Alchemy
A unique exhibition of Paint, Poetry & Place
By Rebecca Styles & Heather Mackay Young
This unique collaboration between artist Rebecca Styles and poet Heather Mackay Young brought a conversation between paint, poetry and place alive in the extraordinary location of Uig’s semi-derelict Baile na Cille Church on the Isle of Lewis (2022).
On The Edge printed on linen
Excerpt from The Materials printed on slate
ARTWORK AVAILABLE FOR PURCHASE
The artwork created for Alchemy will be made available for purchase via an exhibition specific site in November 2022. If you have any questions about purchasing fragments of poems on slate, linen, elm or letterpress, please contact Heather on:
hello@heathermackayyoung.com
Rebecca Styles’ series of large-scale paintings have been created onsite at Baile na Cille Church over several weeks, in the company of Scottish poet Heather Mackay Young, whose writings respond to the immediate environment and artwork being created there. With the decaying beauty of the ancient church in mind, the generations that have worshiped there over the centuries, and the relentless and unforgiving seasonality of the Western Isles, the work of both these artists reflects the circularity of all things - of life, death and rebirth - through her use of the materials such as flax, bone, ash and earth on linen canvas.

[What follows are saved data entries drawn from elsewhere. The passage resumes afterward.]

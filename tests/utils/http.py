"""A tiny JSON client for tests that talk to a real server over loopback."""

import json
import urllib.error
import urllib.request


def request_json(method: str, url: str, body: dict | None = None, timeout: float = 20) -> tuple[int, dict]:
    """(status, decoded JSON body) of one request; HTTP errors are answers too, not exceptions."""
    data = None if body is None else json.dumps(body).encode()
    req = urllib.request.Request(url, data=data, method=method, headers={"content-type": "application/json"})
    try:
        with urllib.request.urlopen(req, timeout=timeout) as answer:
            return answer.status, json.loads(answer.read())
    except urllib.error.HTTPError as error:
        return error.code, json.loads(error.read() or b"{}")
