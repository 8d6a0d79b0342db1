"""The general-purpose reference libraries the species tests compare the catalog with (test-only dependencies).

- ``thermo.electrochem.CRC_aqueous_thermodynamics``: the CRC Handbook's aqueous ions, by formula
  (``Cu+2``, ``ReO4-``), with ``Gf(aq)`` in J/mol.
- ``chemicals.heat_capacity.CRC_standard_data``: the CRC Handbook's solids, liquids and gases, by CAS
  number, with ``Gfs``, ``Gfl`` and ``Gfg`` in J/mol.

Each function skips the calling test when its library is missing.
"""

import math
from functools import lru_cache

import pytest

LIBRARY_TOLERANCE = 2.0
"""kJ/mol: a catalog ΔGf° further than this from a library's must be explained beside the check."""

GIBBS_COLUMN = {"solid": "Gfs", "liquid": "Gfl", "gas": "Gfg"}
"""The column of ``CRC_standard_data`` holding ΔGf° of each phase."""


def ion_formula(formula: str, charge: int) -> str:
    """An ion as the aqueous table writes it: Cu+2, Ag+, Hg2+2, ReO4-; a neutral solute as its formula."""
    if charge == 0:
        return formula
    sign = "+" if charge > 0 else "-"
    return f"{formula}{sign}{abs(charge) if abs(charge) > 1 else ''}"


def crc_aqueous_gibbs() -> dict[str, float]:
    """ΔGf° [kJ/mol] of every solute in the CRC aqueous table that has one, by the table's formula."""
    pytest.importorskip("thermo.electrochem")
    return _aqueous()


@lru_cache(maxsize=1)
def _aqueous() -> dict[str, float]:
    from thermo.electrochem import CRC_aqueous_thermodynamics as table

    return {formula: gibbs / 1000.0 for formula, gibbs in zip(table["Formula"], table["Gf(aq)"])
            if not math.isnan(gibbs)}


def crc_standard_gibbs(cas: str, column: str = "Gfs") -> float | None:
    """ΔGf° [kJ/mol] in ``CRC_standard_data`` for CAS number ``cas`` (``column`` Gfs, Gfl or Gfg), or None."""
    heat_capacity = pytest.importorskip("chemicals.heat_capacity")
    table = heat_capacity.CRC_standard_data
    if cas not in table.index:
        return None
    value = table.loc[cas, column]
    return None if math.isnan(value) else value / 1000.0
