"""Storage checks shared by the SQLite tests (tests/test_storage.py) and the PostgreSQL ones (tests/test_postgres.py)."""

import math

import pytest
from sqlalchemy import func, select, text
from sqlalchemy.exc import DatabaseError

from electrosieve.app.storage import NOTE_MAX, TITLE_MAX, load_shortlist, save_shortlist, shortlists

SCENARIO = {"ph": [0, 1], "potential": [-0.2, 0.0], "role": "cathode", "materials": ["Pt", "Zn"]}
RESULT = {"catalog_version": "abc123", "results": [{"material": "Pt"}, {"material": "Zn"}], "rule": "r"}
"""A small scenario echo and screen result (test data)."""


def count(engine) -> int:
    """Rows in the shortlists table."""
    with engine.connect() as connection:
        return connection.execute(select(func.count()).select_from(shortlists)).scalar()


def assert_failed_saves_write_nothing(engine) -> None:
    """A non-finite number, an over-long title or an over-long note is refused and leaves no row."""
    before = count(engine)
    with pytest.raises(ValueError):
        save_shortlist(engine=engine, title="bad", scenario=SCENARIO, result={**RESULT, "x": math.nan}, notes={})
    with pytest.raises(ValueError):
        save_shortlist(engine=engine, title="t" * (TITLE_MAX + 1), scenario=SCENARIO, result=RESULT, notes={})
    with pytest.raises(ValueError):
        save_shortlist(engine=engine, title="t", scenario=SCENARIO, result=RESULT, notes={"Pt": "n" * (NOTE_MAX + 1)})
    assert count(engine) == before


def assert_a_save_is_one_transaction(engine, monkeypatch, failure: str) -> None:
    """An insert that fails inside the transaction (``failure`` says how) leaves no row behind."""

    class Boom(Exception):
        pass

    original = engine.begin

    def failing_begin():
        context = original()

        class Wrapped:
            def __enter__(self):
                self.connection = context.__enter__()
                return self

            def execute(self, statement):
                self.connection.execute(statement)
                raise Boom(failure)

            def __exit__(self, *exc):
                return context.__exit__(*exc)

        return Wrapped()

    before = count(engine)
    monkeypatch.setattr(engine, "begin", failing_begin)
    with pytest.raises(Boom):
        save_shortlist(engine=engine, title="half", scenario=SCENARIO, result=RESULT, notes={})
    monkeypatch.undo()
    assert count(engine) == before


def assert_updates_are_refused(engine, match: str | None = None):
    """The database itself refuses an UPDATE of a saved shortlist; returns the shortlist."""
    saved = save_shortlist(engine=engine, title="fixed", scenario=SCENARIO, result=RESULT, notes={})
    with pytest.raises(DatabaseError, match=match):
        with engine.begin() as connection:
            connection.execute(text("UPDATE shortlists SET title = 'changed' WHERE id = :id"), {"id": saved.id})
    assert load_shortlist(engine=engine, shortlist_id=saved.id).title == "fixed"
    return saved
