"""Reactions written in text, evaluated from the catalog's ΔGf° values, for cross-checks against handbooks.

A reaction is written "reactants = products" with species named as the
catalog names them (``Zn^2+``, ``HZnO2^-``, ``H2O``, ``H^+``, ``OH^-``) and
``e-`` for the electron, e.g. ``"Zn^2+ + 2 e- = Zn"``.
"""

import re
from dataclasses import dataclass

from electrosieve.engine.catalog import Catalog, default_catalog
from electrosieve.engine.constants import KJ_PER_EV, LN10, T_STANDARD, GAS_CONSTANT

_TERM = re.compile(r"^\s*(?:(\d+(?:\.\d+)?)\s+)?(.+?)\s*$")


def _species_gibbs(catalog: Catalog, name: str) -> float:
    if name == "e-":
        return 0.0
    if name in catalog.water:
        return catalog.water[name].dgf
    for system in catalog.systems.values():
        for species in system.species:
            if species.name == name:
                return species.dgf
    raise KeyError(f"no species named {name!r} in the catalog")


def _side(text: str) -> list[tuple[float, str]]:
    terms = []
    for part in re.split(r"\s\+\s", text):
        match = _TERM.match(part)
        if not match:
            raise ValueError(f"cannot read term {part!r}")
        terms.append((float(match.group(1) or 1), match.group(2)))
    return terms


def reaction_gibbs(reaction: str, catalog: Catalog | None = None) -> tuple[float, float]:
    """(ΔrG° [kJ/mol], electrons consumed) of ``reaction`` from the catalog."""
    catalog = catalog or default_catalog()
    left, right = reaction.split("=")
    reactants, products = _side(left), _side(right)
    gibbs = sum(n * _species_gibbs(catalog, s) for n, s in products) - sum(n * _species_gibbs(catalog, s) for n, s in reactants)
    electrons = sum(n for n, s in reactants if s == "e-") - sum(n for n, s in products if s == "e-")
    return gibbs, electrons


def standard_potential(reaction: str, catalog: Catalog | None = None) -> float:
    """E° [V vs SHE] of a reduction ``Ox + n e- = Red``: E° = −ΔrG°/(nF)."""
    gibbs, electrons = reaction_gibbs(reaction, catalog)
    if electrons == 0:
        raise ValueError(f"{reaction!r} has no electrons")
    return -gibbs / (electrons * KJ_PER_EV)


def log10_k(reaction: str, catalog: Catalog | None = None) -> float:
    """log10 K of ``reaction`` at 298.15 K: log K = −ΔrG°/(RT ln10)."""
    gibbs, _ = reaction_gibbs(reaction, catalog)
    return -gibbs * 1000.0 / (GAS_CONSTANT * T_STANDARD * LN10)


@dataclass(frozen=True)
class Check:
    """One published value to reproduce from the catalog.

    ``kind`` is "E0" (standard potential [V], tolerance in V) or "logK"
    (tolerance in log units); ``source`` names the table it comes from.
    """

    element: str
    reaction: str
    kind: str
    expected: float
    tolerance: float
    source: str

    def computed(self, catalog: Catalog | None = None) -> float:
        return standard_potential(self.reaction, catalog) if self.kind == "E0" else log10_k(self.reaction, catalog)

    def __str__(self) -> str:
        return f"{self.element}: {self.reaction}"
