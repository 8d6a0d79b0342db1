"""Gibbs energies of formation of species and of water at the working temperature (0–150 °C).

For a species of charge z, with ΔfG°, ΔfS° and ΔfCp at T0 = 298.15 K,

    ΔfG(T) = ΔfG° − ΔfS°·(T − T0) + ΔfCp·[(T − T0) − T·ln(T/T0)]            [kJ/mol, S and Cp /1000]

the integral of dG = −S dT with a heat capacity ΔfCp held at its mean value
between T0 and T, as in the method of Criss & Cobble (1964, J. Am. Chem. Soc.
86, 5390). At T0 it returns the tabulated ΔfG° exactly.

Ionic convention (Wagman et al. 1982, introduction): the properties of H+ are zero
at every temperature, so the SHE is zero at every temperature and the formation
reaction of an ion carries z/2 H2(g):

    ΔfS°(ion) = S°(ion) − Σ n_k·S°(element k in its standard state) + (z/2)·S°(H2, g)

and the same for ΔfCp. The element standard states are the element's own row
of its species file (the one at ΔfG° = 0: Zn solid, Hg liquid, C graphite), and
½ H2(g), ½ O2(g) from ``water.toml``.

Where data are missing, in this order (:func:`temperature_method` says which
was used, so that interfaces can show it):

* S° missing, ΔfH° present: ΔfS° = (ΔfH° − ΔfG°)/T0.
* S° and ΔfH° missing, aqueous oxy anion: S° from Connick & Powell (1953), J.
  Chem. Phys. 21, 2206 (``data/oxyanion_entropy.toml``).
* otherwise: the species' formation half-reaction from M and H2O keeps its
  25 °C standard potential (isothermal dE°/dT = 0), i.e. ΔfS and ΔfCp are o times
  those of H2O(l).
* Cp° of an aqueous ion missing: Criss–Cobble mean heat capacity from S° (Criss &
  Cobble 1964, J. Am. Chem. Soc. 86, 5385 and 5390; ``data/criss_cobble.toml``).
* Cp° of another species missing: ΔfCp = 0 (Kopp-type rule: the compound has
  the heat capacity of its elements).

Tabulated Cp° values are held constant at their 298.15 K value. OH− of the
water file is the exception: ΔfG(OH−, T) = ΔfG(H2O, l, T) + RT ln10·pKw(T) with
Kw from IAPWS R11-07 (:mod:`engine.kw`), shifted to equal the tabulated value at
T0, so that basic-solution couples follow the same Kw as the neutral pH. Pressure
effects on the condensed phases are neglected (liquid water at its saturation
pressure above 100 °C, at most 4.8 bar at 150 °C; gases at 1 bar).
"""

import math
from dataclasses import dataclass
from functools import lru_cache

from .constants import GAS_CONSTANT, LN10, T_STANDARD, ZERO_CELSIUS
from .datafiles import read_toml
from .catalog import builtin_data_dir, default_catalog
from .errors import CatalogError, InputError
from .kw import pkw
from .inputs import TEMPERATURE_RANGE_C
from .species import Species

CRISS_COBBLE_FILE = "criss_cobble.toml"
"""Data file of the Criss–Cobble entropy correspondence (with its source keys)."""

OXYANION_FILE = "oxyanion_entropy.toml"
"""Data file of the Connick–Powell oxy-anion entropy estimate (with its source key)."""

METHOD_TABULATED = "S° and Cp° tabulated"
"""What :func:`temperature_method` says of a species with all its data."""

METHOD_REFERENCE = "element in its standard state: ΔfG = 0 at every temperature"
"""What :func:`temperature_method` says of an element's reference row (and of H+, H2, O2)."""

METHOD_HYDROXIDE = "ΔfG(H2O, l, T) + RT ln10 · pKw(T), Kw of IAPWS R11-07"
"""What :func:`temperature_method` says of OH− (see :func:`formation_gibbs`)."""


@dataclass(frozen=True)
class TemperatureData:
    """How one species' ΔfG(T) is computed.

    ``entropy`` is ΔfS° [J/(mol K)]; ``heat_capacity`` is a constant ΔfCp
    [J/(mol K)], or None when the Criss–Cobble mean heat capacity is used for
    the ion of class ``criss_cobble_class`` (then ``elements_cp`` [J/(mol K)]
    is Σ n_k·Cp°(element k) − (z/2)·Cp°(H2) and ``entropy_298`` the ion's S°
    [J/(mol K)]). ``notes`` lists the approximations used, in words.
    """

    entropy: float
    heat_capacity: float | None
    notes: tuple[str, ...] = ()
    criss_cobble_class: str | None = None
    elements_cp: float = 0.0
    entropy_298: float = 0.0
    reference: bool = False
    hydroxide: bool = False


def _data_file(name: str) -> tuple[dict, object]:
    path = builtin_data_dir() / name
    return read_toml(path), path


@lru_cache(maxsize=1)
def criss_cobble_table() -> dict:
    """The Criss–Cobble parameters of ``data/criss_cobble.toml``, checked for shape."""
    document, path = _data_file(CRISS_COBBLE_FILE)
    try:
        temperatures = [float(t) for t in document["temperatures_c"]]
        count = len(temperatures)
        if temperatures[0] != 25.0 or sorted(temperatures) != temperatures:
            raise ValueError("temperatures_c must start at 25 and increase")
        for name, row in document["classes"].items():
            if len(row["a"]) != count or len(row["b"]) != count:
                raise ValueError(f"class {name}: a and b need {count} values")
            if row["a"][0] != 0.0 or row["b"][0] != 1.0:
                raise ValueError(f"class {name}: a and b must be 0 and 1 at 25 °C")
        if len(document["h_plus_entropy"]) != count:
            raise ValueError(f"h_plus_entropy needs {count} values")
        float(document["calorie"])
    except (KeyError, TypeError, ValueError) as error:
        raise CatalogError(f"{path}: {error}") from None
    return document


@lru_cache(maxsize=1)
def oxyanion_entropy_table() -> dict:
    """The Connick–Powell parameters of ``data/oxyanion_entropy.toml``."""
    document, path = _data_file(OXYANION_FILE)
    missing = [key for key in ("intercept", "slope", "oxygen_weight", "source") if key not in document]
    if missing:
        raise CatalogError(f"{path}: missing field(s) {', '.join(missing)}")
    return document


def _interpolate(xs: list[float], ys: list[float], x: float) -> float:
    """Piecewise-linear interpolation of ``ys`` at ``x``, extended linearly beyond the ends."""
    index = 1
    while index < len(xs) - 1 and x > xs[index]:
        index += 1
    x0, x1, y0, y1 = xs[index - 1], xs[index], ys[index - 1], ys[index]
    return y0 + (y1 - y0) * (x - x0) / (x1 - x0)


def criss_cobble_class(species: Species) -> str | None:
    """The Criss–Cobble class of an aqueous ion, or None for species the method does not cover.

    >>> criss_cobble_class(Species.create("Zn", formula="HZnO2", charge=-1, phase="aqueous", dgf=-464.0, source="x"))
    'acid_oxy_anion'
    """
    if not species.is_dissolved or species.charge == 0:
        return None
    if species.charge > 0:
        return "cation"
    oxygen, hydrogen = species.composition.get("O", 0), species.composition.get("H", 0)
    if oxygen == 0 or species.composition == {"O": 1, "H": 1}:
        return "anion"
    return "acid_oxy_anion" if hydrogen else "oxy_anion"


def criss_cobble_mean_cp(entropy_298: float, charge: int, ion_class: str, temperature_k: float) -> float:
    """Mean conventional heat capacity of an ion between 298.15 K and ``temperature_k`` [J/(mol K)].

    From the entropy correspondence S°abs(T) = a(T) + b(T)·S°abs(298.15 K),
    S°abs = S°conv − z·S°abs(H+), and Cp(mean) = [S°conv(T) − S°conv(298.15 K)]/ln(T/298.15 K)
    (Criss & Cobble 1964, J. Am. Chem. Soc. 86, 5385 and 5390). ``entropy_298``
    is the conventional S° [J/(mol K)].

    >>> round(criss_cobble_mean_cp(-112.1, 2, "cation", 373.15), 1)   # Zn2+, 25–100 °C
    16.1
    """
    table = criss_cobble_table()
    calorie = float(table["calorie"])
    kelvins = [t + ZERO_CELSIUS for t in table["temperatures_c"]]
    row = table["classes"][ion_class]
    h_plus = table["h_plus_entropy"]
    s0_conv = entropy_298 / calorie
    s0_abs = s0_conv + charge * h_plus[0]

    def conventional_change(t: float) -> float:   # S°conv(t) − S°conv(T0) [cal/(mol K)]
        a, b = _interpolate(kelvins, row["a"], t), _interpolate(kelvins, row["b"], t)
        return a + (b - 1.0) * s0_abs - charge * (_interpolate(kelvins, h_plus, t) - h_plus[0])

    if abs(temperature_k - T_STANDARD) < 1e-6:   # the limit of the ratio at T0: T0 · d/dT
        slope = (conventional_change(T_STANDARD + 1.0) - conventional_change(T_STANDARD - 1.0)) / 2.0
        return slope * T_STANDARD * calorie
    return conventional_change(temperature_k) / math.log(temperature_k / T_STANDARD) * calorie
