"""The general-purpose reference libraries the species tests compare the catalog with (test-only dependencies).

- ``thermo.electrochem.CRC_aqueous_thermodynamics``: the CRC Handbook's aqueous ions, by formula
  (``Cu+2``, ``ReO4-``), with ``Gf(aq)`` in J/mol.
- ``chemicals.heat_capacity.CRC_standard_data``: the CRC Handbook's solids, liquids and gases, by CAS
  number, with ``Gfs``, ``Gfl`` and ``Gfg`` in J/mol.

Each function skips the calling test when its library is missing.
"""

import math
from functools import lru_cache

import pytest

LIBRARY_TOLERANCE = 2.0
"""kJ/mol: a catalog ΔGf° further than this from a library's must be explained beside the check."""

GIBBS_COLUMN = {"solid": "Gfs", "liquid": "Gfl", "gas": "Gfg"}
"""The column of ``CRC_standard_data`` holding ΔGf° of each phase."""


def ion_formula(formula: str, charge: int) -> str:
    """An ion as the aqueous table writes it: Cu+2, Ag+, Hg2+2, ReO4-; a neutral solute as its formula."""
    if charge == 0:
        return formula
    sign = "+" if charge > 0 else "-"
    return f"{formula}{sign}{abs(charge) if abs(charge) > 1 else ''}"


def crc_aqueous_gibbs() -> dict[str, float]:
    """ΔGf° [kJ/mol] of every solute in the CRC aqueous table that has one, by the table's formula."""
    pytest.importorskip("thermo.electrochem")
    return _aqueous()


@lru_cache(maxsize=1)
def _aqueous() -> dict[str, float]:
    from thermo.electrochem import CRC_aqueous_thermodynamics as table

    return {formula: gibbs / 1000.0 for formula, gibbs in zip(table["Formula"], table["Gf(aq)"])
            if not math.isnan(gibbs)}


def crc_standard_gibbs(cas: str, column: str = "Gfs") -> float | None:
    """ΔGf° [kJ/mol] in ``CRC_standard_data`` for CAS number ``cas`` (``column`` Gfs, Gfl or Gfg), or None."""
    heat_capacity = pytest.importorskip("chemicals.heat_capacity")
    table = heat_capacity.CRC_standard_data
    if cas not in table.index:
        return None
    value = table.loc[cas, column]
    return None if math.isnan(value) else value / 1000.0


CRC_SOLID_CAS = {
    # (element, catalog name) -> CAS number of that phase in CRC_standard_data. Looked up by the CAS of the
    # phase meant, never by formula: chemicals.CAS_from_any("TiO") returns 12065-65-5, which the CRC table
    # lists as Ti3O5 (tests/test_catalog_coverage.py keeps this trap in view). Labelled polymorphs map only
    # the form the CRC row describes.
    ("Ag", "Ag2O"): "20667-12-3", ("Al", "Al2O3"): "1344-28-1", ("C", "CH4"): "74-82-8",
    ("Cd", "Cd(OH)2"): "21041-95-2", ("Cd", "CdO"): "1306-19-0",
    ("Co", "Co(OH)2"): "21041-93-0", ("Co", "CoO"): "1307-96-6", ("Co", "Co3O4"): "1308-06-1",
    ("Cr", "Cr2O3"): "1308-38-9", ("Cu", "Cu2O"): "1317-39-1", ("Cu", "CuO"): "1317-38-0",
    ("Fe", "Fe2O3"): "1309-37-1", ("Ga", "Ga(OH)3"): "12023-99-3", ("Ga", "Ga2O3"): "12024-21-4",
    ("Ge", "GeO2 (tetragonal)"): "1310-53-8", ("Hf", "HfO2"): "12055-23-1", ("Hg", "HgO (red)"): "21908-53-2",
    ("In", "In2O3"): "1312-43-2", ("Bi", "Bi2O3"): "1304-76-3",
    ("Mg", "Mg(OH)2"): "1309-42-8", ("Mg", "MgO"): "1309-48-4",
    ("Mn", "MnO"): "1344-43-0", ("Mn", "Mn2O3"): "1317-34-6", ("Mn", "MnO2"): "1313-13-9",
    ("Mn", "Mn3O4"): "1317-35-7",
    ("Mo", "MoO2"): "18868-43-4", ("Mo", "MoO3"): "1313-27-5",
    ("Nb", "NbO"): "12034-57-0", ("Nb", "NbO2"): "12034-59-2", ("Nb", "Nb2O5"): "1313-96-8",
    ("Ni", "Ni(OH)2"): "12054-48-7", ("Os", "OsO4"): "20816-12-0", ("Os", "OsO4 (g)"): "20816-12-0",
    ("Pb", "PbO (red)"): "1317-36-8", ("Pb", "Pb3O4"): "1314-41-6", ("Pb", "PbO2"): "1309-60-0",
    ("Re", "Re2O7"): "1314-68-7", ("Sb", "Sb2O5"): "1314-60-9",
    ("Sn", "SnO"): "21651-19-4", ("Sn", "Sn(OH)2"): "12026-24-3", ("Sn", "SnO2"): "18282-10-5",
    ("Ta", "Ta2O5"): "1314-61-0",
    ("Ti", "TiO"): "12137-20-1", ("Ti", "Ti2O3"): "1344-54-3", ("Ti", "Ti3O5"): "12065-65-5",
    ("Ti", "TiO2 (rutile)"): "1317-80-2",
    ("V", "VO"): "12035-98-2", ("V", "V2O3"): "1314-34-7", ("V", "V2O5"): "1314-62-1",
    ("W", "WO2"): "12036-22-5", ("W", "WO3"): "1314-35-8",
    ("Zn", "ZnO"): "1314-13-2", ("Zn", "Zn(OH)2"): "20427-58-1",
    ("Zr", "ZrO2"): "1314-23-4", ("Zr", "ZrH2"): "7704-99-6",
}
"""Every condensed catalog species the CRC standard table carries with a Gibbs energy."""

CRC_AQUEOUS_ALIASES = {"HCOO^-": "CHOO-"}
"""Catalog names the CRC aqueous table writes otherwise (formate as CHOO-)."""


def crc_value(species) -> tuple[str, float] | None:
    """(where in the CRC tables, ΔGf° [kJ/mol]) for a catalog species, or None when the tables lack it."""
    if species.is_element:
        return None
    if species.is_dissolved:
        formula = CRC_AQUEOUS_ALIASES.get(species.name, ion_formula(species.formula, species.charge))
        value = crc_aqueous_gibbs().get(formula)
        return None if value is None else (f"CRC aqueous {formula}", value)
    cas = CRC_SOLID_CAS.get((species.element, species.name))
    if cas is None:
        return None
    column = GIBBS_COLUMN[species.phase]
    value = crc_standard_gibbs(cas, column)
    return None if value is None else (f"CRC standard {cas} {column}", value)
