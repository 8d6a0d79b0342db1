"""Test data builders: catalogs with chosen materials, without touching data/materials.toml."""

from electrosieve.engine.catalog import Catalog, default_catalog
from electrosieve.engine.materials import HazardRow, Material


def metal(element: str, family: str = "transition", price: float | None = None, hazards=()) -> Material:
    """A metal material whose id and phase are the element symbol (test data, not catalog data)."""
    return Material(id=element, name=element, element=element, phase=element, family=family,
                    price_usd_per_kg=price, price_year=None, price_source=None, abundance_mg_per_kg=None,
                    abundance_source=None, hazards=[HazardRow(species=s, note=n) for s, n in hazards],
                    from_memory=False, note="test material")


def catalog_with(*materials: Material) -> Catalog:
    """The built-in catalog with its materials replaced by ``materials``."""
    base = default_catalog()
    return Catalog(**{**base.__dict__, "materials": {m.id: m for m in materials}})
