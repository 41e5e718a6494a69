using AlgebraNotebook.Exact.Polynomials;
using AlgebraNotebook.Exact.Scalars;
using AlgebraNotebook.Exact.Symbols;
using static AlgebraNotebook.Exact.Tests.Polynomials.PolynomialTestData;

namespace AlgebraNotebook.Exact.Tests.Polynomials;

public class PolynomialCalculusTests
{
    [Fact]
    public void Derivative_of_a_monomial_sum_follows_the_power_rule()
    {
        // Power rule d/dx x^n = n x^(n-1) (common practice).
        var p = Q("x^3 y^2 + 2 x y - 7 y + 1");
        Assert.Equal(Q("3 x^2 y^2 + 2 y"), p.Derivative(S("x")));
        Assert.Equal(Q("2 x^3 y + 2 x - 7"), p.Derivative(S("y")));
        Assert.True(p.Derivative(S("z")).IsZero);
    }

    [Fact]
    public void Derivative_obeys_the_product_rule_on_random_polynomials()
    {
        // Leibniz rule (common practice).
        var random = new Random(11);
        var symbols = new[] { S("da"), S("db") };
        for (var k = 0; k < Iterations(100); k++)
        {
            var a = RandomPolynomial(random, symbols, RandomGaussian);
            var b = RandomPolynomial(random, symbols, RandomGaussian);
            var d = symbols[random.Next(2)];
            Assert.True(
                (a * b).Derivative(d) == a.Derivative(d) * b + a * b.Derivative(d),
                $"product rule fails for a = {a}, b = {b}, d/d{d}");
        }
    }

    [Fact]
    public void Substitution_replaces_a_symbol_and_expands()
    {
        var p = Q("x^2 + x y");
        Assert.Equal(Q("(y + 1)^2 + (y + 1) y"), p.Substitute(S("x"), Q("y + 1")));
        Assert.Equal(p, p.Substitute(S("z"), Q("y")));
        Assert.Equal(Q("y"), Q("x").Substitute(S("x"), Q("y")));
    }

    [Fact]
    public void Evaluation_agrees_with_substituting_constants()
    {
        var random = new Random(12);
        var symbols = new[] { S("ea"), S("eb"), S("ec") };
        for (var k = 0; k < Iterations(100); k++)
        {
            var p = RandomPolynomial(random, symbols, RandomGaussian);
            var values = symbols.ToDictionary(s => s, _ => RandomGaussian(random));
            var substituted = p;
            foreach (var (s, v) in values)
            {
                substituted = substituted.Substitute(s, Polynomial<GaussianRational>.Constant(v));
            }

            Assert.True(substituted.IsConstant, $"substitution left symbols in {substituted}");
            Assert.True(substituted.ConstantTerm == p.Evaluate(values), $"evaluation of {p} disagrees");
        }
    }

    [Fact]
    public void Evaluation_names_a_missing_symbol()
    {
        var error = Assert.Throws<ExactArgumentException>(
            () => Q("x + w").Evaluate(new Dictionary<Symbol, Rational> { [S("x")] = 1 }));
        Assert.Contains("w", error.Message, StringComparison.Ordinal);
    }

    [Fact]
    public void Evaluating_x_squared_plus_one_at_i_gives_zero()
    {
        // i^2 = -1 (common practice).
        Assert.Equal(GaussianRational.Zero, G("x^2 + 1").Evaluate(new Dictionary<Symbol, GaussianRational> { [S("x")] = GaussianRational.I }));
    }
}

As the paintings evolved, on the floor or hung from the walls of the church, elements of the building’s very fabric made their way into the work of both the painter and the poet. The addition of gold leaf makes reference to the religious and art historical concept of the church icon, whilst playing on the sociological opposites of gold against the rawness of earth, ash and bone, or what Rebecca describes as “all of nature, but not as equals. Would there be golden icons without stone, lime, horsehair, rust, wood and slate to house them, without this sacred building, pulled out of the ground, like the earth pigments used to make these paintings?”